# How do dwarven cities manage their food problems?



## sandery3 (Sep 14, 2008)

I have always wondered how dwarves and orcs manage to attain food when dwelling in an underground city for years. In Christopher Paolinis' Eragon the dwarves had fields of wheat above their underground habitations.
Has anyone got any idea about it?


----------



## Ithrynluin (Sep 14, 2008)

The Dwarves apparently traded with Men where they could, exchanging products of their craft for food. It's noted that this was "To the great profit of the Dwarves."

For more information, see The History of Middle-earth volume 12 (The chapter "Of Dwarves and Men"). Really interesting stuff.

As for Orcs, perhaps they had a similar arrangement with evil men of the south and east? Though for some reason I'm inclined to think they were more skilled at producing their own food than Dwarves, especially meats.

There's one rather telling passage in The Lord of the Rings:



> _The Return of the King: The Land of Shadow_
> Neither he nor Frodo knew anything of the great slave-worked fields away south in this wide realm, beyond the fumes of the Mountain by the dark sad waters of Lake Nurnen; nor of the great roads that ran away east and south to tributary lands, from which the soldiers of the Tower brought long waggon-trains of goods and booty and fresh slaves.



It's interesting to speculate who these slaves were. Were they in fact people of Harad and Rhun given in tribute to the Dark Lord in order to remain in his good graces, or were they separate people, perhaps good Men unwilling to bow down to the Easterlings and Haradrim, but being militarily inferior or too few to resist?
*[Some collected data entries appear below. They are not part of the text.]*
def process_alive(pid: int, start: str = "") -> bool:
    """True when process ``pid`` runs (and, when ``start`` is given and known, is the
    same process that had that start time: a reused process id is not the owner)."""
    try:
        pid = int(pid)
    except (TypeError, ValueError):
        return False
    if pid <= 0:
        return False
    try:
        os.kill(pid, 0)
    except ProcessLookupError:
        return False
    except PermissionError:
        pass  # exists, owned by someone else
    except OSError:
        return False
    if start:
        now = process_start_time(pid)
        if now and now != str(start):
            return False
    return True


def _host() -> str:
    import socket

    try:
        return socket.gethostname()
    except OSError:
        return ""


def new_recovery_owner() -> str:
    """An owner tag for one window: ``<pid>-<8 hex digits>``."""
    import secrets

    return f"{os.getpid()}-{secrets.token_hex(4)}"


def window_recovery_path(folder, owner: str) -> Path:
    """The recovery file of the window with owner tag ``owner``."""
    return Path(folder) / f"window-{owner}{RECOVERY_SUFFIX}"


def recovery_lock_path(recovery_file) -> Path:
    p = Path(recovery_file)
    stem = p.name[: -len(RECOVERY_SUFFIX)] if p.name.endswith(RECOVERY_SUFFIX) else p.name
    return p.with_name(stem + LOCK_SUFFIX)


def claim_recovery(recovery_file) -> Path:
    """Write the lock of ``recovery_file`` for this process (before the file itself)."""
    lock = recovery_lock_path(recovery_file)
    lock.parent.mkdir(parents=True, exist_ok=True)
    info = {"pid": os.getpid(), "start": process_start_time(os.getpid()), "host": _host()}
    write_atomically(lock, json.dumps(info).encode("utf-8"))
    return lock


def recovery_owner_alive(recovery_file) -> bool:
    """True when the window that owns ``recovery_file`` still runs (or may: another host)."""
    lock = recovery_lock_path(recovery_file)
    try:
        info = load_json_bounded(read_bounded_file(lock, "lock file", 4096).decode("utf-8", "replace"), "lock")
    except SessionError:
        return False  # no lock (an older Ballast, or a crash before it): orphaned
    if not isinstance(info, dict):
        return False
    host = info.get("host")
    if isinstance(host, str) and host and host != _host():
        return True  # cannot check a process on another machine: leave its files alone
    return process_alive(info.get("pid", 0), str(info.get("start", "") or ""))


def orphaned_recovery(folder) -> list[Path]:
    """Recovery files in ``folder`` whose owner is gone, newest first."""
    return [p for p in find_recovery(folder) if not recovery_owner_alive(p)]


def take_orphan(recovery_file, owner: str) -> Path | None:
    """Claim the orphaned ``recovery_file`` for the window with owner tag ``owner``, so
    that no other window offers it too; returns the file under its new name, or None
    when it is not (or no longer) an orphan: another window took it first.

    The claim is one atomic rename into a name of this window's
    (``window-<owner>-taken-<random>``), whose lock naming this process is written
    first: of two windows starting at the same instant, exactly one rename succeeds and
    the other finds the file gone; the new name is never seen as an orphan while this
    process runs (if it dies before dealing with the file, the file is an orphan again,
    nothing is lost). The dead owner's lock is removed after the rename.
    """
    import secrets

    src = Path(recovery_file)
    if recovery_owner_alive(src):
        return None
    target = window_recovery_path(src.parent, f"{owner}-taken-{secrets.token_hex(4)}")
    lock = claim_recovery(target)
    try:
        os.rename(src, target)  # atomic: one claimant wins, the others get FileNotFoundError
    except OSError:
        try:
            lock.unlink()
        except OSError:
            pass
        return None
    try:
        recovery_lock_path(src).unlink()
    except OSError:
        pass
    return target


def give_back_orphan(recovery_file) -> None:
    """Drop this process's lock of a taken orphan (kept, offered again at a later start)."""
    try:
        recovery_lock_path(recovery_file).unlink()
    except OSError:
        pass


def release_recovery(recovery_file) -> None:
    """Delete a recovery file and its lock (the owner's own, or an orphan dealt with)."""
    for p in (Path(recovery_file), recovery_lock_path(recovery_file)):
        try:
            p.unlink()
        except FileNotFoundError:
            pass
        except OSError:
            pass


def set_aside_damaged(recovery_file) -> Path | None:
    """Rename an unreadable recovery file to ``<name>.damaged`` (kept for inspection,
    never offered again) and remove its lock; returns the new path (None on failure)."""
    p = Path(recovery_file)
    target = p.with_name(p.name + DAMAGED_SUFFIX)
    try:
        os.replace(p, target)
    except OSError:
        return None
    try:
        recovery_lock_path(p).unlink()
    except OSError:
        pass
    return target


#: Temporary files of :func:`write_atomically`: ``.<target name>.<pid>.<8 random>.tmp``
#: (the random part is what :func:`tempfile.mkstemp` makes: lower-case letters, digits, _).
_DEBRIS_RE = re.compile(r"^\.(?P<name>.+)\.(?P<pid>\d+)\.[a-z0-9_]{8}\.tmp$")
#: Debris younger than this is left alone even when its process id does not run here:
#: a writer on another machine that shares the folder may still be writing it.
DEBRIS_MIN_AGE_S = 60.0


def clean_debris(folder, name: str | None = None, min_age: float | None = None) -> list[Path]:
    """Remove temporary files that :func:`write_atomically` left behind in ``folder``
    when its process died: regular files named ``.<name>.<pid>.<random>.tmp`` whose
    process no longer runs and that are older than ``min_age`` seconds (default
    DEBRIS_MIN_AGE_S). Nothing else is touched: not other names, not folders or links,
    not the files of running processes. ``name`` limits the search to the debris of
    one target file. Returns what was removed."""
    import time

    folder = Path(folder)
    min_age = DEBRIS_MIN_AGE_S if min_age is None else float(min_age)
    now = time.time()
    removed = []
    try:
        entries = list(os.scandir(folder))
    except OSError:
        return removed
    for entry in entries:
        m = _DEBRIS_RE.match(entry.name)
        if not m or (name is not None and m.group("name") != name):
            continue
        pid = int(m.group("pid"))
        if pid == os.getpid() or process_alive(pid):
            continue
        try:
            st = entry.stat(follow_symlinks=False)
            if not _stat.S_ISREG(st.st_mode) or now - st.st_mtime < min_age:
                continue
            os.unlink(entry.path)
            removed.append(Path(entry.path))
        except OSError:
            pass
    return removed


# Folders written to: write_atomically notes each folder it writes into in a small text
# file (one absolute folder a line) when the program names one with
# note_written_folders_in(); at the next start clean_written_folders() removes the debris
# of crashed writers there (a killed PDF export leaves its printer's temporary file).
_WRITTEN_FOLDERS: dict = {"file": None, "noted": set()}
MAX_WRITTEN_FOLDERS = 200
#: the window's list, in its recovery folder
WRITTEN_FOLDERS_NAME = "written-folders.txt"


def note_written_folders_in(registry) -> None:
    """Note every folder :func:`write_atomically` writes into in ``registry`` (None: stop)."""
    _WRITTEN_FOLDERS["file"] = None if registry is None else Path(registry)
    _WRITTEN_FOLDERS["noted"] = set()


def _note_folder(folder: Path) -> None:
    registry = _WRITTEN_FOLDERS["file"]
    key = str(Path(folder).absolute())
    if registry is None or key in _WRITTEN_FOLDERS["noted"] or "\n" in key:
        return
    _WRITTEN_FOLDERS["noted"].add(key)
    try:
        known = _written_folders(registry)
        if key in known:
            return
        registry.parent.mkdir(parents=True, exist_ok=True)
        fd = os.open(registry, os.O_WRONLY | os.O_CREAT | os.O_APPEND, 0o666)
        try:
            os.write(fd, (key + "\n").encode("utf-8", "surrogateescape"))
        finally:
            os.close(fd)
    except OSError:
        pass  # advisory: a write never fails because its folder could not be noted


def _written_folders(registry: Path) -> list[str]:
    try:
        raw = read_bounded_file(registry, "list of written folders", 1 << 20)
    except SessionError:
        return []
    lines = raw.decode("utf-8", "surrogateescape").splitlines()
    return list(dict.fromkeys(s for s in lines if s and os.path.isabs(s)))


def clean_written_folders(registry, min_age: float | None = None) -> list[Path]:
    """Remove the debris of dead writers (:func:`clean_debris`) in every folder noted in
    ``registry``; folders that no longer exist are dropped from it, and it keeps the
    MAX_WRITTEN_FOLDERS most recent. Returns what was removed."""
    registry = Path(registry)
    folders = _written_folders(registry)
    removed: list[Path] = []
    keep = []
    for f in folders:
        if os.path.isdir(f):
            removed += clean_debris(f, min_age=min_age)
            keep.append(f)
    keep = keep[-MAX_WRITTEN_FOLDERS:]
    if keep != folders:
        try:
            write_atomically(registry, "".join(k + "\n" for k in keep).encode("utf-8", "surrogateescape"))
        except OSError:
            pass
    return removed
We probably can't generalize and conclude that this is how it was with all Orcs (or Dwarves, for that matter). I can't imagine the same situation for Orcs of the Misty Mountains, for example, or who they could have traded with in that region, so they must have produced their own food, such as it was.


----------



## HLGStrider (Sep 14, 2008)

It all comes down to Cannibalism for Orcs. Can you breed as fast as you need to feed?


No substantiation whatsoever for this claim. . .


----------



## Ithrynluin (Sep 14, 2008)

I wouldn't put cannibalism past them in specific situations, but still I think much more likely is that they hunted whatever they could find in the mountains - goats, rabbits, birds, bats and let's not forget Gollum and his fish. I don't know how much plant food their diet included up in the mountains, again they probably made use of whatever they could find - roots, herbs; or how skilled they were at growing crops or how adept at herblore...I seem to remember the Uruk-hai using some kind of ointment on Pippin and Merry, or was that a liquid they were given to drink - a Middle-earth equivalent of Red Bull? Either way, I guess it could be based on some herbal extract.


----------



## Illuin (Sep 14, 2008)

> by Ithrynluin
> _I seem to remember the Uruk-hai using some kind of ointment on Pippin and Merry, or was that a liquid they were given to drink - a Middle-earth equivalent of Red Bull? Either way, I guess it could be based on some herbal extract._


 

That was called “Orc Liquor”. Some good ol’ Uruk-hai Moonshine. 



> by HLGStrider
> _It all comes down to Cannibalism for Orcs. Can you breed as fast as you need to feed?_


 



 That’s hilarious. But in reality, I think only as a last resort do Orcs eat other Orcs. Grishnákh said that Saruman’s Orcs eat Orc-flesh, and they were insulted by that idea.


----------



## YayGollum (Sep 14, 2008)

Extra talk on this subject can be found here ---> http://www.thetolkienforum.com/showthread.php?t=19279

I forget what my opinion was over there, but just because Dwarves and Orcs like living in caves doesn't mean that they can't have all kinds of farming and cattle-raising outside their caves. They're both militarily minded. They could defend the things out there. Not all land in and around mountains is horrible for such things. And are there not some things that could be grown and slash or raised inside of caves? Why not?


----------



## Alcuin (Sep 14, 2008)

Here’s a subject where I do remember citations. In _The Hobbit_, if you recall, Thorin told Bilbo that the Dwarves of the Lonely Mountain traded their handiwork for foodstuffs, which they never bothered to grow for themselves. And in _Unfinished Tales_, in “The Quest for Erebor”, Gandalf was trying to convince the Dwarves to take Bilbo along with them, and in that argument he describes the Hobbits with what appears to be a Dwarvish term (of derision?), “food-growers.” 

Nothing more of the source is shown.